_WHAT TO WORK ON_
First find the line with "shift = shifts[signal]" in the entries below, then set down exactly every line through the line with "if envelopes[1] is", that line included.

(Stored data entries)
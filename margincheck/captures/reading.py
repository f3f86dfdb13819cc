"""Measured double-pulse captures in SI units: ``read_capture(path, mapping) -> Capture``.

Steps, in order, for every signal (``time`` and the channels ``v_ds``, ``i_d``, ``v_gs``, ``v_gs_idle``):

1. integer codes: value = code * scale + offset (the mapping's scale/offset, else the file's);
2. unit: the mapping's unit, else the file's (units row or bracketed header), else SI; converted to SI with
   margincheck.units, and it must be of the signal's kind (a voltage for ``v_ds``);
3. probe attenuation: the value is multiplied by it;
4. every value must be finite;
5. time must increase strictly, except in a peak-detect export, where every time is written on exactly two
   consecutive rows (the lowest and the highest value seen in that interval). Such a pair becomes one sample:
   ``Capture.channels`` holds the upper envelope (the larger of the two rows) and ``Capture.lower`` the lower
   envelope; a maximum is measured on ``channels``, a minimum on ``lower``. For an ordinary capture both
   hold the same arrays;
6. deskew: a channel's time stamps are shifted by its deskew (t + deskew) and the channel is resampled onto
   the file's time base by linear interpolation (numpy.interp); the time base is trimmed to the span every
   shifted channel covers, so that no value is extrapolated.
"""

from __future__ import annotations

from dataclasses import dataclass
from pathlib import Path

import numpy as np

from margincheck.captures.array_reading import read_npy_capture, read_npz_capture
from margincheck.captures.csv_reading import read_csv_capture
from margincheck.captures.mapping import CHANNELS, TIME, CaptureMapping, check_unit
from margincheck.captures.raw import RawCapture, fail, file_digest
from margincheck.errors import InputError
from margincheck.units import QuantityError

__all__ = ["Capture", "read_capture"]


@dataclass(frozen=True, eq=False)
class Capture:
    """One capture in SI units.

    Attributes
    ----------
    file : str
        The file's name as given.
    sha256 : str
        SHA-256 of the file's bytes.
    time : ndarray
        Sample times [s], strictly increasing, relative to the trigger (negative before it).
    channels : dict of str to ndarray
        Channel name (``v_ds`` [V], ``i_d`` [A], ``v_gs`` [V], ``v_gs_idle`` [V]) -> values on ``time``;
        the upper envelope of a peak-detect export.
    lower : dict of str to ndarray
        The lower envelope of a peak-detect export; the same arrays as ``channels`` otherwise.
    metadata : dict of str to str
        Key/value lines of the file's header (empty for NumPy files).
    peak_detect : bool
        Whether the file was a peak-detect export (pairs of rows per time).

    All arrays are read-only.
    """

    file: str
    sha256: str
    time: np.ndarray
    channels: dict[str, np.ndarray]
    lower: dict[str, np.ndarray]
    metadata: dict[str, str]
    peak_detect: bool = False

    @property
    def samples(self) -> int:
        """Number of samples."""
        return len(self.time)

    @property
    def sample_interval(self) -> float:
        """Mean interval between samples [s]."""
        return float((self.time[-1] - self.time[0]) / (len(self.time) - 1))


def _to_si(raw: RawCapture, mapping: CaptureMapping, signal: str) -> None:
    """Codes, unit and attenuation applied to ``raw.values[signal]`` in place."""
    values = raw.values[signal]
    scale = mapping.scale.get(signal, raw.scale.get(signal))
    offset = mapping.offset.get(signal, raw.offset.get(signal))
    if signal in raw.integer_codes and scale is None:
        raise InputError([raw.locate(signal, None, f"holds integer codes; give {signal}'s scale (and offset) in "
                                                   f"the mapping: value = code * scale + offset")])
    if scale is not None:
        values *= scale
    if offset is not None:
        values += offset
    unit = mapping.units.get(signal, raw.units.get(signal))
    factor = 1.0
    if unit is not None:
        try:
            factor = check_unit(signal, unit)
        except QuantityError as error:
            source = "the mapping's" if signal in mapping.units else "the file's"
            raise InputError([raw.locate(signal, None, f'{source} unit "{unit}" cannot be used for {signal}: '
                                                       f"{error}")]) from None
    factor *= mapping.attenuation.get(signal, 1.0)
    if factor != 1.0:
        values *= factor
    finite = np.isfinite(values)
    if not finite.all():
        row = int(np.argmin(finite))
        raise InputError([raw.locate(signal, row, f"{float(values[row])} is not a finite number (after scale, unit and "
                                                  "attenuation)")])


def _time_problem(raw: RawCapture, time: np.ndarray) -> InputError | None:
    """Why the time column is neither strictly increasing nor a peak-detect pattern, or None if it is."""
    step = np.diff(time)
    if len(time) < 2:
        return InputError([raw.locate(TIME, None, f"{len(time)} sample; a capture needs two or more")])
    if step[0] != 0:
        falling = np.flatnonzero(step <= 0)
        if not len(falling):
            return None
        row = int(falling[0]) + 1
        what = "repeats" if step[row - 1] == 0 else "goes backwards from"
        hint = "" if step[row - 1] < 0 else "; only a peak-detect export repeats times, every time exactly twice"
        return InputError([raw.locate(TIME, row, f"time {what} the previous row's {float(time[row - 1])!r} s{hint}")])
    pair_start = np.arange(len(step)) % 2 == 0
    broken = np.flatnonzero(np.where(pair_start, step != 0, step <= 0))
    if len(broken):
        row = int(broken[0]) + 1
        return InputError([raw.locate(TIME, row, "a peak-detect export (its first two rows share one time) must "
                                                 "give every time on exactly two consecutive rows, and the times "
                                                 f"must increase; this row breaks that ({float(time[row])!r} s)")])
    if len(time) % 2:
        return InputError([raw.locate(TIME, len(time) - 1, "the last row of a peak-detect export has no partner "
                                                           "row with the same time")])
    return None


def _envelopes(values: dict[str, np.ndarray], peak_detect: bool
               ) -> tuple[dict[str, np.ndarray], dict[str, np.ndarray]]:
    if not peak_detect:
        return values, values
    upper = {signal: np.maximum(column[0::2], column[1::2]) for signal, column in values.items()}
    lower = {signal: np.minimum(column[0::2], column[1::2]) for signal, column in values.items()}
    return upper, lower


def _deskewed(raw: RawCapture, time: np.ndarray, envelopes: tuple[dict, ...], mapping: CaptureMapping
              ) -> tuple[np.ndarray, tuple[dict, ...]]:
    """Each channel moved by its deskew and resampled (linear interpolation) onto the trimmed time base."""
    shifts = {signal: mapping.deskew.get(signal, 0.0) for signal in envelopes[0]}
    if not any(shifts.values()):
        return time, envelopes
    start = time[0] + max(0.0, *shifts.values())
    stop = time[-1] + min(0.0, *shifts.values())
    first, last = np.searchsorted(time, start), np.searchsorted(time, stop, side="right")
    base = time[first:last]
    if len(base) < 2:
        signal = max(shifts, key=lambda name: abs(shifts[name]))
        raise InputError([raw.locate(signal, None, f"a deskew of {float(shifts[signal])!r} s leaves fewer than two "
                                                   f"samples of the {float(time[-1] - time[0])!r} s capture")])

    def moved(signal: str, column: np.ndarray) -> np.ndarray:
        shift = shifts[signal]
        return np.interp(base, time + shift, column) if shift else column[first:last]

    upper = {signal: moved(signal, column) for signal, column in envelopes[0].items()}
    if envelopes[1] is envelopes[0]:
        return base, (upper, upper)
    return base, (upper, {signal: moved(signal, column) for signal, column in envelopes[1].items()})


def _read_raw(path: Path, name: str, mapping: CaptureMapping, line_feeds: int) -> RawCapture:
    suffix = path.suffix.lower()
    if suffix == ".npy":
        return read_npy_capture(path, name, mapping)
    if suffix == ".npz":
        return read_npz_capture(path, name, mapping)
    return read_csv_capture(path, name, mapping, line_feeds)


def _frozen(array: np.ndarray) -> np.ndarray:
    array.flags.writeable = False
    return array


def read_capture(path: Path | str, mapping: CaptureMapping | None = None, name: str | None = None) -> Capture:
    """Read a capture file (text, ``.npy`` or ``.npz``) into SI arrays on a strictly increasing time base.

    Parameters
    ----------
    path : Path or str
        The capture file; it is only ever opened for reading.
    mapping : CaptureMapping, optional
        Columns, units, attenuation, deskew and integer-code scale/offset (see CaptureMapping); by default
        the columns are found by our names (``time,v_ds,i_d,v_gs``) and values without a unit are SI.
    name : str, optional
        The file's name in messages (default: ``path`` as given).

    Returns
    -------
    Capture

    Raises
    ------
    InputError
        One problem naming the file, the line (or sample) and the column of what cannot be read.
    """
    path = Path(path)
    mapping = mapping or CaptureMapping()
    name = name or str(path)
    if not path.is_file():
        raise fail(name, "no such file" if not path.exists() else "not a regular file")
    sha256, line_feeds = file_digest(path, name, count_lines=path.suffix.lower() not in (".npy", ".npz"))
    raw = _read_raw(path, name, mapping, line_feeds)
    unknown = sorted(set(mapping.deskew) - set(raw.values))
    if unknown:
        raise fail(name, f"a deskew is given for {', '.join(unknown)}, which the file does not have")
    for signal in raw.values:
        _to_si(raw, mapping, signal)
    time = raw.values.pop(TIME)
    problem = _time_problem(raw, time)
    if problem is not None:
        raise problem
    peak_detect = bool(time[1] == time[0])
    envelopes = _envelopes(raw.values, peak_detect)
    if peak_detect:
        time = time[0::2].copy()
        if len(time) < 2:
            raise InputError([raw.locate(TIME, 1, "a peak-detect export of one pair of rows is one sample; a "
                                                  "capture needs two or more")])
    time, (upper, lower) = _deskewed(raw, time, envelopes, mapping)
    order = [signal for signal in CHANNELS if signal in upper]
    channels = {signal: _frozen(upper[signal]) for signal in order}
    lower = {signal: _frozen(lower[signal]) for signal in order}
    return Capture(name, sha256, _frozen(time), channels, lower, dict(raw.metadata), peak_detect)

_ANSWER BOX_
        shift = shifts[signal]
        return np.interp(base, time + shift, column) if shift else column[first:last]

    upper = {signal: moved(signal, column) for signal, column in envelopes[0].items()}
    if envelopes[1] is envelopes[0]:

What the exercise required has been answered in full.